### Problem to work on
Among the records below, find each line that includes the string "prompt" and copy it.

[Items from a data source]
- - - -

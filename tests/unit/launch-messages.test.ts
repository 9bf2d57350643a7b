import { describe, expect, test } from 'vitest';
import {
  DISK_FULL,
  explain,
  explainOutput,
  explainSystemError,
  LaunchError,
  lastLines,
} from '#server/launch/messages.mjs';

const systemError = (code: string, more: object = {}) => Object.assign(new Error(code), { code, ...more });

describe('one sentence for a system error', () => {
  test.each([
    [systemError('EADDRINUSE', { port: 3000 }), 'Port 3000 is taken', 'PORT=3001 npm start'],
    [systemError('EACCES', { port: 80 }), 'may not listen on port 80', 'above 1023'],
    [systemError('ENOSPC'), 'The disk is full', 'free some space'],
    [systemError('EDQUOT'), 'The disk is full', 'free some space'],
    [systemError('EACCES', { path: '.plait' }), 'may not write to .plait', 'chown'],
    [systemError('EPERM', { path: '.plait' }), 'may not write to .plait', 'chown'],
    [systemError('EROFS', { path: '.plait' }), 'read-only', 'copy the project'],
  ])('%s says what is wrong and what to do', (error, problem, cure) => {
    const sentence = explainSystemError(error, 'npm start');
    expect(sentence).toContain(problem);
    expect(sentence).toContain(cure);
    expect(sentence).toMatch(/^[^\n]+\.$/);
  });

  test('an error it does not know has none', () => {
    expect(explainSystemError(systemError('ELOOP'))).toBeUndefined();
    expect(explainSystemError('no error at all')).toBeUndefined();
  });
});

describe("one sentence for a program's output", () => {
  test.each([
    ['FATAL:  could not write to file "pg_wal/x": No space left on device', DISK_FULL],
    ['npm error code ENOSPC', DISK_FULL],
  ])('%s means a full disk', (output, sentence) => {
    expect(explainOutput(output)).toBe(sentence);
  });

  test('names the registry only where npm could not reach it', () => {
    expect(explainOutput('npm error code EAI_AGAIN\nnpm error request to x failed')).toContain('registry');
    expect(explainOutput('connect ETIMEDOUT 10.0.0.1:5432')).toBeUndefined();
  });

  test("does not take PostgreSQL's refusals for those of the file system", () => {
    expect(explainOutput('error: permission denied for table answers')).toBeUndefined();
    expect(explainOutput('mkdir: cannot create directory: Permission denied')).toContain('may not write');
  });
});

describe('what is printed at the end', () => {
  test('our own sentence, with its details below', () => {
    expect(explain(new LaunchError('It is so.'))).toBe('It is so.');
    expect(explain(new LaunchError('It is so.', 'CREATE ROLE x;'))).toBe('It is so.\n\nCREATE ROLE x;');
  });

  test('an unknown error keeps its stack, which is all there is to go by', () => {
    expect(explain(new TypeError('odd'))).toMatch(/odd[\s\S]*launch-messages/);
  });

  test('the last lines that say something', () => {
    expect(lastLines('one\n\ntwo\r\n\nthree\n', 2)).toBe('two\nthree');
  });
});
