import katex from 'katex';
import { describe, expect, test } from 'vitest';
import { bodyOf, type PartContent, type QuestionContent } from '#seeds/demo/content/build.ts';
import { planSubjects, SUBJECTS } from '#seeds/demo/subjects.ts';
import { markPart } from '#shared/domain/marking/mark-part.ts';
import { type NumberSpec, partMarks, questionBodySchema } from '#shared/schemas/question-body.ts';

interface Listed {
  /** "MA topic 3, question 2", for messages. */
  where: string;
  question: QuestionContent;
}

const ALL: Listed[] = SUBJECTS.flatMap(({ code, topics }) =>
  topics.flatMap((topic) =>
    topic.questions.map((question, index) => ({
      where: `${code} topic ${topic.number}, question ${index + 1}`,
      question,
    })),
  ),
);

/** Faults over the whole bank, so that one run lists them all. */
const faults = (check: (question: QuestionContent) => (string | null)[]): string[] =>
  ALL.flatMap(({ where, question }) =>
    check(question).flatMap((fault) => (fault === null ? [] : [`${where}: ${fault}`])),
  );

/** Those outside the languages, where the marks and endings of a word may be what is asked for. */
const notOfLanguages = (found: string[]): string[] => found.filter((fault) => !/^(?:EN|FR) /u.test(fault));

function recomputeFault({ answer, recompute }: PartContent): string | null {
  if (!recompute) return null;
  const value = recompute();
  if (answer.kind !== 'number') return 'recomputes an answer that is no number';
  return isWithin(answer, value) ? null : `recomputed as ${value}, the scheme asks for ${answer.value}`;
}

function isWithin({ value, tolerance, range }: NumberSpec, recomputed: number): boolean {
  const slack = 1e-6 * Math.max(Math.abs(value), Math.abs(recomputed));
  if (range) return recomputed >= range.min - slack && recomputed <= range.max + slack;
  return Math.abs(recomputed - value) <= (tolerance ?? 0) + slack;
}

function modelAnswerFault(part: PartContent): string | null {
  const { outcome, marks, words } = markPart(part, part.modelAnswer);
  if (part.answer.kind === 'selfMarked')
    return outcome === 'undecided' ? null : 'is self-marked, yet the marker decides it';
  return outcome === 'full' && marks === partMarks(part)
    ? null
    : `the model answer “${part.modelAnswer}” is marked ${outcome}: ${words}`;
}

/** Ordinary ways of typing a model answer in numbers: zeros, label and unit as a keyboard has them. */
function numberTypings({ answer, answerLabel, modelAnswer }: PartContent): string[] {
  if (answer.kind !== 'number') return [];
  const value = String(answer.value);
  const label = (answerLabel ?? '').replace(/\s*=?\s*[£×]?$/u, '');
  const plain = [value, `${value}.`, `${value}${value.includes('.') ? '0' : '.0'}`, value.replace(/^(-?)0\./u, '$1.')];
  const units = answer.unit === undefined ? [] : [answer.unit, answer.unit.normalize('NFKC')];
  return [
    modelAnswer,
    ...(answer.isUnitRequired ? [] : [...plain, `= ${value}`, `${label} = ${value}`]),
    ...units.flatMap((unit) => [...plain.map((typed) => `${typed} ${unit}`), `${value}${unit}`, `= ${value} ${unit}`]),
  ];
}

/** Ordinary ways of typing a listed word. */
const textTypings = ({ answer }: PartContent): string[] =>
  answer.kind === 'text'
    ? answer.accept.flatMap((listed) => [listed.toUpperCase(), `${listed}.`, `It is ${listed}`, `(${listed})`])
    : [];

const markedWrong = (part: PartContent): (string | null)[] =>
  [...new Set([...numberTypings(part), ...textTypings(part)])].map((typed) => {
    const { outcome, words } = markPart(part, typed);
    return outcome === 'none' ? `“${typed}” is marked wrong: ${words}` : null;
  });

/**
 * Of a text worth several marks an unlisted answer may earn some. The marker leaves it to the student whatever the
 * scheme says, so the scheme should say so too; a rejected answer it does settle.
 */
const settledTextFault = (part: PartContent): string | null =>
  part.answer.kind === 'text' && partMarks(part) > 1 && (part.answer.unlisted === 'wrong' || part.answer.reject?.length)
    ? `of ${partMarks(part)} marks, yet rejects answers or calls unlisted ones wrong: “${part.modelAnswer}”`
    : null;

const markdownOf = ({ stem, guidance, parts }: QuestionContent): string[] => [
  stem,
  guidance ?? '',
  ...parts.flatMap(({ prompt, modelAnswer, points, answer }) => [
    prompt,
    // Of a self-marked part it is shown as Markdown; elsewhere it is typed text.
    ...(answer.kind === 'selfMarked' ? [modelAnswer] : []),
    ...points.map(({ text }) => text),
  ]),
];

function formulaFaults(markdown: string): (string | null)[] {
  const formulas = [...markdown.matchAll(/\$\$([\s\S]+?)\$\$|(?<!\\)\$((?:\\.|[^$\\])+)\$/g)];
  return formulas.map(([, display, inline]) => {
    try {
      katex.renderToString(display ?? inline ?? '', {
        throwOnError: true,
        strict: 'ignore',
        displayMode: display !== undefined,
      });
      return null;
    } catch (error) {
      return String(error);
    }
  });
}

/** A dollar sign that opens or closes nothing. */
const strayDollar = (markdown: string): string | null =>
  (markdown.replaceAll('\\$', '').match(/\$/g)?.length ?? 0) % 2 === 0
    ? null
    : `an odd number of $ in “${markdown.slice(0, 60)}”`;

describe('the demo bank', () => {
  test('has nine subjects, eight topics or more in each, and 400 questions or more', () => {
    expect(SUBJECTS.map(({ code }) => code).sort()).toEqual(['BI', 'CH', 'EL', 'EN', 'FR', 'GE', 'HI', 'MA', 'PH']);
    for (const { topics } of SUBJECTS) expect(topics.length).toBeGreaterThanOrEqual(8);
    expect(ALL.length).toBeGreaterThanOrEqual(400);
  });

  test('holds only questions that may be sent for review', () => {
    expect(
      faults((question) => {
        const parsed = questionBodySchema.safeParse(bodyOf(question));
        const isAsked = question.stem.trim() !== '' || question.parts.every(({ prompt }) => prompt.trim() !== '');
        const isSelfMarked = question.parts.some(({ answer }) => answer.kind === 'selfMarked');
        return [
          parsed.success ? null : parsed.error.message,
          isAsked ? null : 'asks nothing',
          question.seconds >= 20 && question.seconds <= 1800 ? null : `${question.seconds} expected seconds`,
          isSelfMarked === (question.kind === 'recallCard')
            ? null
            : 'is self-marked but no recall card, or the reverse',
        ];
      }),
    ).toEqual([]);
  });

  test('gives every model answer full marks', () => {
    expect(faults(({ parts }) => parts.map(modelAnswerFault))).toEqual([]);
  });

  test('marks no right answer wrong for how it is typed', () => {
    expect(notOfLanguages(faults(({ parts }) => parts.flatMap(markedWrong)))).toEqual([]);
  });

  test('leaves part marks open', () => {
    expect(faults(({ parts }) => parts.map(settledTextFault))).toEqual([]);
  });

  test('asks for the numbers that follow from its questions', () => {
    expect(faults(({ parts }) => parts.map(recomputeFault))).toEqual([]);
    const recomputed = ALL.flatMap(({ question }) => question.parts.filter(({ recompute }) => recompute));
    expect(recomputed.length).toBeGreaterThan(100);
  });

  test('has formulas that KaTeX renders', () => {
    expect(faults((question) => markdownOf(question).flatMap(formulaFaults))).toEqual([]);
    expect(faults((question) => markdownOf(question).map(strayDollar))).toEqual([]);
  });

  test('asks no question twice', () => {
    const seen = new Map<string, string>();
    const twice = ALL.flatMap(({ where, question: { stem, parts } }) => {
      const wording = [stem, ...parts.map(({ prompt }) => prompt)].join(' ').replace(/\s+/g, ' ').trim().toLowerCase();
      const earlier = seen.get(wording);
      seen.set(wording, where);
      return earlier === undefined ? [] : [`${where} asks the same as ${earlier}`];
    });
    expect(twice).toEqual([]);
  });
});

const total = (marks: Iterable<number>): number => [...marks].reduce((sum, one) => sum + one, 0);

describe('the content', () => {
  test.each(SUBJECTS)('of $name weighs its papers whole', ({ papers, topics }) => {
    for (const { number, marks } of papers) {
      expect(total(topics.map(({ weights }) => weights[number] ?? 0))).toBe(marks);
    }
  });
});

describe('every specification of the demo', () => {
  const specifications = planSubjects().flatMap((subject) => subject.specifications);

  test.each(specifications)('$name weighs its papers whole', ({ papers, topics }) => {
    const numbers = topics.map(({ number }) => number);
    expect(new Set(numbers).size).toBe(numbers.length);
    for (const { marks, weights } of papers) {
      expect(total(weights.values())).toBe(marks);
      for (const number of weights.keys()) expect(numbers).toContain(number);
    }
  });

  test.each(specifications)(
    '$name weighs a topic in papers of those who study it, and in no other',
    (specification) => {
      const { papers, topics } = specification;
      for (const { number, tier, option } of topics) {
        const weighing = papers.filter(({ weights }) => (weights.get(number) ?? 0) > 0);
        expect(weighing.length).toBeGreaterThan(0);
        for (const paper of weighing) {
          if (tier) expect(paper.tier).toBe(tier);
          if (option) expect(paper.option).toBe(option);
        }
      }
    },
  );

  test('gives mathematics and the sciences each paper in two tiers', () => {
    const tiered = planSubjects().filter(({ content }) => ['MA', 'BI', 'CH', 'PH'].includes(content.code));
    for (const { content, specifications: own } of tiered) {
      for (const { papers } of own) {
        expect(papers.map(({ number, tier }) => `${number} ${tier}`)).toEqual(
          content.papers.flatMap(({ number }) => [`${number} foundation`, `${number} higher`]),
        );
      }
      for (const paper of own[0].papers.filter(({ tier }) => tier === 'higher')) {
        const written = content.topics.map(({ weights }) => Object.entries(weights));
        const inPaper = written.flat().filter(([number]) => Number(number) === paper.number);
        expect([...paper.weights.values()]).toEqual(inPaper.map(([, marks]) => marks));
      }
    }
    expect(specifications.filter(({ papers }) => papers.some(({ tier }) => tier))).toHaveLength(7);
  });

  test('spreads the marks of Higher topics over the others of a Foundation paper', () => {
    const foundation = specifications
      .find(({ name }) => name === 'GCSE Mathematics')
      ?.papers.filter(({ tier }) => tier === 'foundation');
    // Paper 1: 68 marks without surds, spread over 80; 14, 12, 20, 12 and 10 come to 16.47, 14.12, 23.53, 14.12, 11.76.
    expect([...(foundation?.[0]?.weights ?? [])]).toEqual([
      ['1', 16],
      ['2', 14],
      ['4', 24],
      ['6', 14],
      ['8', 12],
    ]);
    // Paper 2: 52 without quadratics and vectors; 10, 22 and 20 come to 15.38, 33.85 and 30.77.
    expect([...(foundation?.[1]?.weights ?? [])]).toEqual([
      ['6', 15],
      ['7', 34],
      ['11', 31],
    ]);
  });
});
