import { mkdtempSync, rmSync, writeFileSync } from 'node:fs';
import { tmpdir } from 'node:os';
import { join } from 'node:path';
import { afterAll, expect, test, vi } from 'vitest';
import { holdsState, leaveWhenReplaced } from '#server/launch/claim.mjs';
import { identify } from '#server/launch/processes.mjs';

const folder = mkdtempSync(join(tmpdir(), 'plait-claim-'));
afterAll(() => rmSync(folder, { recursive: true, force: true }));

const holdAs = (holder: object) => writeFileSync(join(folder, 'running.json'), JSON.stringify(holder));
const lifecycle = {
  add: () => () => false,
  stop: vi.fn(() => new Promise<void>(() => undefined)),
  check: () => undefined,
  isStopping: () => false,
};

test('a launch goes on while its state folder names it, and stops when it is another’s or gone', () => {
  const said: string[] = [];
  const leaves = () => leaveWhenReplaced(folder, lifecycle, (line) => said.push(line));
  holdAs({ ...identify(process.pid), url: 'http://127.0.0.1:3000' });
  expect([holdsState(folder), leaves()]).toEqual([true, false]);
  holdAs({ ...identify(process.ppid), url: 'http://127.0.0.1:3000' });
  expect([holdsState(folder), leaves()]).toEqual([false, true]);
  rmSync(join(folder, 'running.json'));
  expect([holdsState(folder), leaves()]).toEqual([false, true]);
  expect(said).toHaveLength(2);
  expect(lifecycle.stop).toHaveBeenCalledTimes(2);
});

- - - -

### Result
  ...parts.flatMap(({ prompt, modelAnswer, points, answer }) => [
    prompt,
        const isAsked = question.stem.trim() !== '' || question.parts.every(({ prompt }) => prompt.trim() !== '');
      const wording = [stem, ...parts.map(({ prompt }) => prompt)].join(' ').replace(/\s+/g, ' ').trim().toLowerCase();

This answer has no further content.